TASK REQUIREMENTS
Show the lines below where "bandtemp" occurs.

DATA SHOWN
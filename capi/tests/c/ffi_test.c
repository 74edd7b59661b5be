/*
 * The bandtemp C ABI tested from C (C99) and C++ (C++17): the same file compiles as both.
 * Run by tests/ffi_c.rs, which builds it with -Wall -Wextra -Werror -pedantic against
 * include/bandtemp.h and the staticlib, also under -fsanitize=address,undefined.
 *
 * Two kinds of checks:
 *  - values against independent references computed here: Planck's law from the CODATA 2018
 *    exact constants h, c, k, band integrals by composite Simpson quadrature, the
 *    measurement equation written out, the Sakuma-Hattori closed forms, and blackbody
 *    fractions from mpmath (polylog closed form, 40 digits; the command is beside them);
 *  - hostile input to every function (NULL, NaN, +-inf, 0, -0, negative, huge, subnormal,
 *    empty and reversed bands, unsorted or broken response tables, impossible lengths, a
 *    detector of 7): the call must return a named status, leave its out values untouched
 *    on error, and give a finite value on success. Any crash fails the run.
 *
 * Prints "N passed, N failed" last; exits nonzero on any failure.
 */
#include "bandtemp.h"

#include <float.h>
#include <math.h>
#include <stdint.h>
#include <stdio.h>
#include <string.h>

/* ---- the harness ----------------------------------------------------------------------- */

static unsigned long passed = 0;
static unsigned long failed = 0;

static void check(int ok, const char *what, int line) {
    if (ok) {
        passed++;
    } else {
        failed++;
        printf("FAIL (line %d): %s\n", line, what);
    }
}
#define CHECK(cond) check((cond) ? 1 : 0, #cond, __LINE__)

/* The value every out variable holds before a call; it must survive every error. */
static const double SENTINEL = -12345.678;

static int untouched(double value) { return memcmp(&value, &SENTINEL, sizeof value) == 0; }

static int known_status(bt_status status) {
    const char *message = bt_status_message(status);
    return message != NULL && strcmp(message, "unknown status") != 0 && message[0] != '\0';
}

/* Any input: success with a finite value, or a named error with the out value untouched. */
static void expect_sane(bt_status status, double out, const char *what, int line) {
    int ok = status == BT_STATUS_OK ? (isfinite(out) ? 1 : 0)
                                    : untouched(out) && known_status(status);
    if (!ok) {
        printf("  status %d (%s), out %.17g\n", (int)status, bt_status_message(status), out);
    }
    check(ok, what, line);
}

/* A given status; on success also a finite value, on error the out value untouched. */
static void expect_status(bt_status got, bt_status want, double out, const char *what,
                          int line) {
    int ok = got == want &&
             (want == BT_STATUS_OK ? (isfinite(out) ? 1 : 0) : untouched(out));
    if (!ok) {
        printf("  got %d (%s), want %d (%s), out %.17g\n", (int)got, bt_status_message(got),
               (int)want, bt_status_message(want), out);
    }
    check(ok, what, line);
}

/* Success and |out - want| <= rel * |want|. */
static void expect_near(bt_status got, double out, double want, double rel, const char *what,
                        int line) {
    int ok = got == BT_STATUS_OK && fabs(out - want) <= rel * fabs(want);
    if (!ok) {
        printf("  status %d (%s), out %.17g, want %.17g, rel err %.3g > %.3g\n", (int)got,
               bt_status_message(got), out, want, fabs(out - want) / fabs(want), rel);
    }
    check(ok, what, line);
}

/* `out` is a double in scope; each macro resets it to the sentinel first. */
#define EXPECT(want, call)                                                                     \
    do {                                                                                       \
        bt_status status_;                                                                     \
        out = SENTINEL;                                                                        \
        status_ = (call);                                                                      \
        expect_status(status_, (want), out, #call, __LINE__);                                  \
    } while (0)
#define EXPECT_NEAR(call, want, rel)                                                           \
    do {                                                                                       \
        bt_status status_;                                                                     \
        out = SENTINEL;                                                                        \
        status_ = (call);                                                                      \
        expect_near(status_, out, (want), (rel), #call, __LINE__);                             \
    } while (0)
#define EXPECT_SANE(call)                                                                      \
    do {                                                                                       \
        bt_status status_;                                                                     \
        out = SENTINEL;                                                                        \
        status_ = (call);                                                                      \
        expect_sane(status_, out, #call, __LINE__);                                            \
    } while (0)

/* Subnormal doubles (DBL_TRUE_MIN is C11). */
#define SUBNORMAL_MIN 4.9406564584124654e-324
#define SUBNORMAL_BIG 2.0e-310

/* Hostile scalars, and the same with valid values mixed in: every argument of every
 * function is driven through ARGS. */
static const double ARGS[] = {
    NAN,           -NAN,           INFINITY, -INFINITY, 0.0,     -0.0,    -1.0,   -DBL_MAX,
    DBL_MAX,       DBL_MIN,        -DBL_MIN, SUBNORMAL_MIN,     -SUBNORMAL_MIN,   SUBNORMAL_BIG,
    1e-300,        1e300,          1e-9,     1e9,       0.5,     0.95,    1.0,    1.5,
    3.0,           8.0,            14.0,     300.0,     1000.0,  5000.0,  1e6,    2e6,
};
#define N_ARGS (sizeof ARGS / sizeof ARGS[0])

TASK RESPONSE
 * The bandtemp C ABI tested from C (C99) and C++ (C++17): the same file compiles as both.
 * include/bandtemp.h and the staticlib, also under -fsanitize=address,undefined.
#include "bandtemp.h"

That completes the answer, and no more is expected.